(Collected data entries)
•••

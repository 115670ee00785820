//! Taking over the terminal and giving it back: raw mode and the alternate screen on entry;
//! restored on drop, on panic (a hook) and after SIGHUP/SIGTERM (a flag the loop checks).
//! No mouse capture, no keyboard-protocol query, nothing that waits for the terminal.

use ratatui::Terminal;
use ratatui::backend::CrosstermBackend;
use ratatui::crossterm::{cursor, execute, style, terminal};
use std::io::{self, Stdout};
use std::sync::Arc;
use std::sync::Once;
use std::sync::atomic::{AtomicBool, Ordering};

pub type Term = Terminal<CrosstermBackend<Stdout>>;

/// Put the terminal back as it was. Errors are ignored: after a hang-up there may be no
/// terminal left to write to.
pub fn restore() {
    let _ = terminal::disable_raw_mode();
    let _ = execute!(io::stdout(), terminal::LeaveAlternateScreen, cursor::Show);
}

/// Restores the terminal when dropped, on every way out of the loop, errors included.
pub struct TerminalGuard {
    pub terminal: Term,
}

impl TerminalGuard {
    pub fn enter() -> io::Result<TerminalGuard> {
        install_panic_hook();
        // crossterm writes a bare `ESC[m` (reset all) for colours under NO_COLOR, which
        // would cancel inverse display; the theme maps colours to Reset itself instead.
        style::force_color_output(true);
        terminal::enable_raw_mode()?;
        if let Err(e) = execute!(io::stdout(), terminal::EnterAlternateScreen, cursor::Hide) {
            restore();
            return Err(e);
        }
        match Terminal::new(CrosstermBackend::new(io::stdout())) {
            Ok(terminal) => Ok(TerminalGuard { terminal }),
            Err(e) => {
                restore();
                Err(e)
            }
        }
    }
}

impl Drop for TerminalGuard {
    fn drop(&mut self) {
        restore();
    }
}

/// The panic hook restores the terminal first, so the message is readable, then runs the
/// hook that was there before. Installed once per process.
fn install_panic_hook() {
    static ONCE: Once = Once::new();
    ONCE.call_once(|| {
        let previous = std::panic::take_hook();
        std::panic::set_hook(Box::new(move |info| {
            restore();
            previous(info);
        }));
    });
}

/// Set when SIGHUP, SIGTERM or SIGINT arrives; the loop then flushes the journal and leaves.
#[derive(Clone, Default)]
pub struct StopFlag(Arc<AtomicBool>);

impl StopFlag {
    /// Register for the signals that end a session from outside.
    pub fn register() -> io::Result<StopFlag> {
        let flag = StopFlag::default();
        #[cfg(unix)]
        {
            use signal_hook::consts::{SIGHUP, SIGINT, SIGTERM};
            for sig in [SIGHUP, SIGTERM, SIGINT] {
                // A second signal while the first is being handled ends the process at once,
                // so a stuck disk can never make the program unkillable.
                signal_hook::flag::register_conditional_shutdown(sig, 1, Arc::clone(&flag.0))?;
                signal_hook::flag::register(sig, Arc::clone(&flag.0))?;
            }
        }
        Ok(flag)
    }

    pub fn is_set(&self) -> bool {
        self.0.load(Ordering::SeqCst)
    }

    #[cfg(test)]
    pub fn set(&self) {
        self.0.store(true, Ordering::SeqCst);
    }
}

#[cfg(test)]
mod tests {
    use super::StopFlag;

    #[test]
    fn a_stop_flag_starts_clear_and_is_shared_by_clones() {
        let f = StopFlag::default();
        let g = f.clone();
        assert!(!f.is_set());
        g.set();
        assert!(f.is_set());
    }
}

•••

> **TRY IT**: Every entry should be retyped exactly as it appears.

> **RESULT OF THE EXERCISE**:
repository 115670ee00785820
//! Taking over the terminal and giving it back: raw mode and the alternate screen on entry;
//! restored on drop, on panic (a hook) and after SIGHUP/SIGTERM (a flag the loop checks).
//! No mouse capture, no keyboard-protocol query, nothing that waits for the terminal.

use ratatui::Terminal;
use ratatui::backend::CrosstermBackend;
use ratatui::crossterm::{cursor, execute, style, terminal};
use std::io::{self, Stdout};
use std::sync::Arc;
use std::sync::Once;
use std::sync::atomic::{AtomicBool, Ordering};

pub type Term = Terminal<CrosstermBackend<Stdout>>;

/// Put the terminal back as it was. Errors are ignored: after a hang-up there may be no
/// terminal left to write to.
pub fn restore() {
    let _ = terminal::disable_raw_mode();
    let _ = execute!(io::stdout(), terminal::LeaveAlternateScreen, cursor::Show);
}

/// Restores the terminal when dropped, on every way out of the loop, errors included.
pub struct TerminalGuard {
    pub terminal: Term,
}

impl TerminalGuard {
    pub fn enter() -> io::Result<TerminalGuard> {
        install_panic_hook();
        // crossterm writes a bare `ESC[m` (reset all) for colours under NO_COLOR, which
        // would cancel inverse display; the theme maps colours to Reset itself instead.
        style::force_color_output(true);
        terminal::enable_raw_mode()?;
        if let Err(e) = execute!(io::stdout(), terminal::EnterAlternateScreen, cursor::Hide) {
            restore();
            return Err(e);
        }
        match Terminal::new(CrosstermBackend::new(io::stdout())) {
            Ok(terminal) => Ok(TerminalGuard { terminal }),
            Err(e) => {
                restore();
                Err(e)
            }
        }
    }
}

impl Drop for TerminalGuard {
    fn drop(&mut self) {
        restore();
    }
}

/// The panic hook restores the terminal first, so the message is readable, then runs the
/// hook that was there before. Installed once per process.
fn install_panic_hook() {
    static ONCE: Once = Once::new();
    ONCE.call_once(|| {
        let previous = std::panic::take_hook();
        std::panic::set_hook(Box::new(move |info| {
            restore();
            previous(info);
        }));
    });
}

/// Set when SIGHUP, SIGTERM or SIGINT arrives; the loop then flushes the journal and leaves.
#[derive(Clone, Default)]
pub struct StopFlag(Arc<AtomicBool>);

impl StopFlag {
    /// Register for the signals that end a session from outside.
    pub fn register() -> io::Result<StopFlag> {
        let flag = StopFlag::default();
        #[cfg(unix)]
        {
            use signal_hook::consts::{SIGHUP, SIGINT, SIGTERM};
            for sig in [SIGHUP, SIGTERM, SIGINT] {
                // A second signal while the first is being handled ends the process at once,
                // so a stuck disk can never make the program unkillable.
                signal_hook::flag::register_conditional_shutdown(sig, 1, Arc::clone(&flag.0))?;
                signal_hook::flag::register(sig, Arc::clone(&flag.0))?;
            }
        }
        Ok(flag)
    }

    pub fn is_set(&self) -> bool {
        self.0.load(Ordering::SeqCst)
    }

    #[cfg(test)]
    pub fn set(&self) {
        self.0.store(true, Ordering::SeqCst);
    }
}

#[cfg(test)]
mod tests {
    use super::StopFlag;

    #[test]
    fn a_stop_flag_starts_clear_and_is_shared_by_clones() {
        let f = StopFlag::default();
        let g = f.clone();
        assert!(!f.is_set());
        g.set();
        assert!(f.is_set());
    }
}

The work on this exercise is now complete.